Moreover, the ALJ's decision to afford great weight to the opinion of Dr. Malancharuvil in assessing plaintiff's mental impairments and limitations is supported by substantial evidence. As the ALJ properly noted, Dr. Malancharuvil's opinion is entitled to great weight, "because he appeared at the hearing; he questioned [plaintiff]; he most recently reviewed the entire record; and his restrictions appear to take into consideration [plaintiff]'s subjective complaints and the objective treatment record." (A.R. 21.) Plaintiff relies on Bousquet v. Apfel , 118 F.Supp.2d 1049, 1054 (C.D. Cal 2000), to argue that the ALJ should not have relied on the opinion of Dr. Malancharuvil over those of plaintiff's treating physicians. However, as the Commissioner properly notes, plaintiff's reliance on Bousquet is misplaced. In Bousquet, the court specifically acknowledged that an ALJ "may rely on a medical advisor's testimony to reject a treating or examining physician's opinion when there is other substantial evidence in the record to support the medical advisor's testimony." Id. at 1054 (citing Morgan v. Comm'r of Soc. Sec. Admin. , 169 F.3d 600, 602-03 (9th Cir. 1999); Nguyen v. Chater , 100 F.3d 1462, 1466 (9th Cir. 1996)). As noted supra, the objective evidence shows that other than plaintiff's significant psychotic episode in 2006, plaintiff has responded well to his medications and has consistently had normal mental status examinations. This objective medical evidence of record coupled with the opinions of the State agency reviewing physicians and plaintiff's testimony at the administrative hearings support Dr. Malancharuvil's opinion. Further, unlike the medical expert in Bousquet, Dr. Malancharuvil never stated that the record was inadequate or that he did not have enough information to reach a definitive conclusion with respect to plaintiff's diagnosis. Rather, Dr. Malancharuvil, specifically noted that the objective medical evidence, which showed a significant and continued improvement in plaintiff's condition, did not support the conclusory opinions by Dr. Kim and Dr. Peterson that plaintiff is disabled. In addition, unlike the medical expert in Bousquet, Dr. Malancharuvil, had the opportunity to hear plaintiff describe his impairments and symptoms and had the opportunity to ask him questions.
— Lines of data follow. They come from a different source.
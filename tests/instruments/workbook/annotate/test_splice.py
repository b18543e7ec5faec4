"""XML changed in place: elements found where they stand, and only what is changed is changed."""

import pytest
from hypothesis import given
from hypothesis import strategies as st

from instruments.workbook.annotate.splice import Edit, elements, in_utf8, spliced, text_in_xml, with_attribute
from instruments.workbook.plain import BrokenXml


@given(
    st.binary(max_size=60), st.lists(st.tuples(st.integers(0, 60), st.integers(0, 9), st.binary(max_size=5))), st.data()
)
def test_any_edits_in_any_pieces(data: bytes, wanted: list[tuple[int, int, bytes]], chance: st.DataObject) -> None:
    edits: list[Edit] = []
    last = 0
    for start, length, text in sorted(wanted):
        if last <= start and start + length <= len(data):
            edits.append(Edit(start, start + length, text))
            last = start + length + (length == 0)
    whole = data
    for edit in reversed(edits):
        whole = whole[: edit.start] + edit.text + whole[edit.end :]
    pieces, rest = [], data
    while rest:
        size = chance.draw(st.integers(1, 20))
        pieces.append(rest[:size])
        rest = rest[size:]
    assert b"".join(spliced(pieces, chance.draw(st.permutations(edits)))) == whole


def test_edits_at_one_place_stand_in_their_order() -> None:
    edits = [Edit(1, 1, b"x"), Edit(1, 1, b"y"), Edit(0, 0, b"w"), Edit(2, 2, b"z")]
    assert b"".join(spliced([b"ab"], edits)) == b"waxybz"


def names(data: bytes) -> list[tuple[str, bytes]]:
    """Every element with its own bytes, in order."""
    found: list[tuple[str, bytes]] = []
    waiting = [elements(data)]
    while waiting:
        each = waiting.pop(0)
        found.append((each.name, data[each.start : each.end]))
        waiting = each.children + waiting
    return found


@pytest.mark.parametrize(
    ("data", "found"),
    [
        (b"<a><b/>x</a>", [("a", b"<a><b/>x</a>"), ("b", b"<b/>")]),
        (b"<a ><b c = 'd>' ></b ></a >", [("a", b"<a ><b c = 'd>' ></b ></a >"), ("b", b"<b c = 'd>' ></b >")]),
        (
            "\ufeff<?xml version='1.0'?>\r\n<!-- <x/> --><a>µ<![CDATA[<y/>]]><b/></a>\n".encode(),
            [("a", "<a>µ<![CDATA[<y/>]]><b/></a>".encode()), ("b", b"<b/>")],
        ),
        (b'<p:a xmlns:p="urn:p"><b/></p:a>', [("~a", b'<p:a xmlns:p="urn:p"><b/></p:a>'), ("b", b"<b/>")]),
    ],
)
def test_elements_stand_where_they_stand(data: bytes, found: list[tuple[str, bytes]]) -> None:
    assert names(data) == found


@pytest.mark.parametrize(
    "data", [b"", b"<a>", b"<a></b>", b"<!DOCTYPE a><a/>", b"<a>" * 300, b"<a b=1/>", b"<a>\xff</a>", b"<a/><b/>"]
)
def test_what_is_no_xml(data: bytes) -> None:
    with pytest.raises(BrokenXml):
        elements(data)


def test_depth_and_what_is_left_out() -> None:
    data = b"<a><b><c><d/></c></b><e><f/></e><g><h/></g></a>"
    root = elements(data, deepest=2, leaving_out=("e",))
    shown = [(child.name, [each.name for each in child.children]) for child in root.children]
    assert shown == [("b", ["c"]), ("e", []), ("g", ["h"])]
    assert data[root.children[1].start : root.children[1].end] == b"<e><f/></e>"
    assert root.children[0].children[0].children == []


@pytest.mark.parametrize(
    "data",
    [
        "<?xml version='1.0' encoding='UTF-16'?><a>µΩ</a>".encode("utf-16"),
        "<?xml version='1.0' encoding='UTF-16'?><a>µΩ</a>".encode("utf-16-be"),
        "<?xml version='1.0' encoding='UTF-16'?><a>µΩ</a>".encode("utf-16-le"),
        "<a>µΩ</a>".encode("utf-16"),
        "<?xml version='1.0' encoding='windows-1253'?><a>µΩ</a>".encode("cp1253"),
    ],
)
def test_other_encodings_become_utf_8(data: bytes) -> None:
    made = in_utf8(data)
    root = elements(made)
    assert made[root.inside : root.close].decode() == "µΩ"


@pytest.mark.parametrize("data", [b"<a/>", b"\xef\xbb\xbf<a/>", b"<?xml version='1.0' encoding='utf-8'?><a/>"])
def test_utf_8_stays_as_it_is(data: bytes) -> None:
    assert in_utf8(data) is data


def test_an_unknown_encoding_is_said() -> None:
    with pytest.raises(BrokenXml, match="encoding"):
        in_utf8(b"<?xml version='1.0' encoding='no-such'?><a/>")


@pytest.mark.parametrize(
    ("tag", "made"),
    [
        (b"<c/>", b'<c s="5"/>'),
        (b"<c>", b'<c s="5">'),
        (b'<c r="A1" />', b'<c r="A1" s="5"/>'),
        (b'<c s="1"/>', b'<c s="5"/>'),
        (b"<c  s = '1' t=\"s\">", b'<c  s = "5" t="s">'),
        (b'<c x:s="1" ss="2">', b'<c x:s="1" ss="2" s="5">'),
        (b"<c t=\" s='1' \">", b'<c t=" s=\'1\' " s="5">'),
    ],
)
def test_an_attribute_is_set(tag: bytes, made: bytes) -> None:
    assert with_attribute(tag, b"s", b"5") == made


@given(st.text())
def test_any_text_stands_in_xml(text: str) -> None:
    held = text_in_xml(text)
    for data in (b"<a>" + held + b"</a>", b'<a b="' + held.replace(b"\n", b"").replace(b"\t", b"") + b'"/>'):
        elements(data)
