def _process_temperatures(installed: Installed, blank: list[str]) -> tuple[list[_Named], list[_Named]]:
    """Return what is held against the upper and the lower limit; add what is missing to `blank`."""
    record = installed.record
    operating = _given(installed, _OPERATING_TEMPERATURE)
    design = record.design_temperature
    if design is not None and design.unit is not None:
        named = _Named("design_temperature", design)
        lowest = _extreme(operating, highest=False)
        # A design temperature is a maximum: a cold service is colder in operation.
        return [named], [named] if lowest is None else [named, lowest]
    highest, lowest = _extreme(operating, highest=True), _extreme(operating, highest=False)
    if record.operating_temperature_max is None:
        blank.append("design temperature or operating temperature max")
    if record.operating_temperature_min is None:
        blank.append("design temperature or operating temperature min")
    return [] if highest is None else [highest], [] if lowest is None else [lowest]


_LIMIT_FIELDS: Final = {
    "body": ("process_temperature_min", "process_temperature_max"),
    "seal": ("seal_temperature_min", "seal_temperature_max"),
}


def _compare(
    installed: Installed,
    owner: str,
    highs: Sequence[_Named],
    lows: Sequence[_Named],
    found: list[Found],
    blank: list[str],
) -> None:
    """Hold temperatures against the limits of body or seal."""
    device = installed.type
    low_name, high_name = _LIMIT_FIELDS[owner]
    for name, values, upper in ((high_name, highs, True), (low_name, lows, False)):
        limit: Quantity | None = getattr(device, name) if device is not None else None
        if limit is None or limit.unit is None:
            blank.append(title_of(f"type.{name}"))
            continue
        value = _extreme(values, highest=upper)
        if value is None:
            continue
        outside = above if upper else below
        if outside(at(value.value), at(limit)):
            found.append(_outside_limit(owner, value, name, limit, upper=upper))


def _outside_limit(owner: str, value: _Named, name: str, limit: Quantity, *, upper: bool) -> Found:
    unit = limit.unit
    assert unit is not None
    off = amount(at(value.value) - at(limit), unit)
    return Found(
        values={
            "what": title_of(value.name),
            "value": str(value.value),
            "side": "above" if upper else "below",
            "owner": f"{owner}'s",
            "limit": str(limit),
            "off": off,
        },
        fields=(value.name, f"type.{name}"),
        part=f"{owner} {'maximum' if upper else 'minimum'}",
        found=str(value.value),
        wanted=f"at {'most' if upper else 'least'} {limit}",
        off_by=off,
        working=_in_the_limit_s_unit(value.value, unit),
    )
Accordingly, for the aforementioned reasons, the ALJ properly considered the opinions of plaintiff's treating physicians and afforded great weight to the opinion of medical expert Dr. Malancharuvil.

CONCLUSION

For all of the foregoing reasons, the Court finds that the Commissioner's decision is supported by substantial evidence and free from material legal error. Neither reversal of the ALJ's decision nor remand is warranted.

Accordingly, IT IS ORDERED that Judgment shall be entered affirming the decision of the Commissioner of the Social Security Administration. IT IS FURTHER ORDERED that the clerk of the Court shall serve copies of this Memorandum Opinion and Order and the Judgment on counsel for plaintiff and for defendant.

LET JUDGMENT BE ENTERED ACCORDINGLY.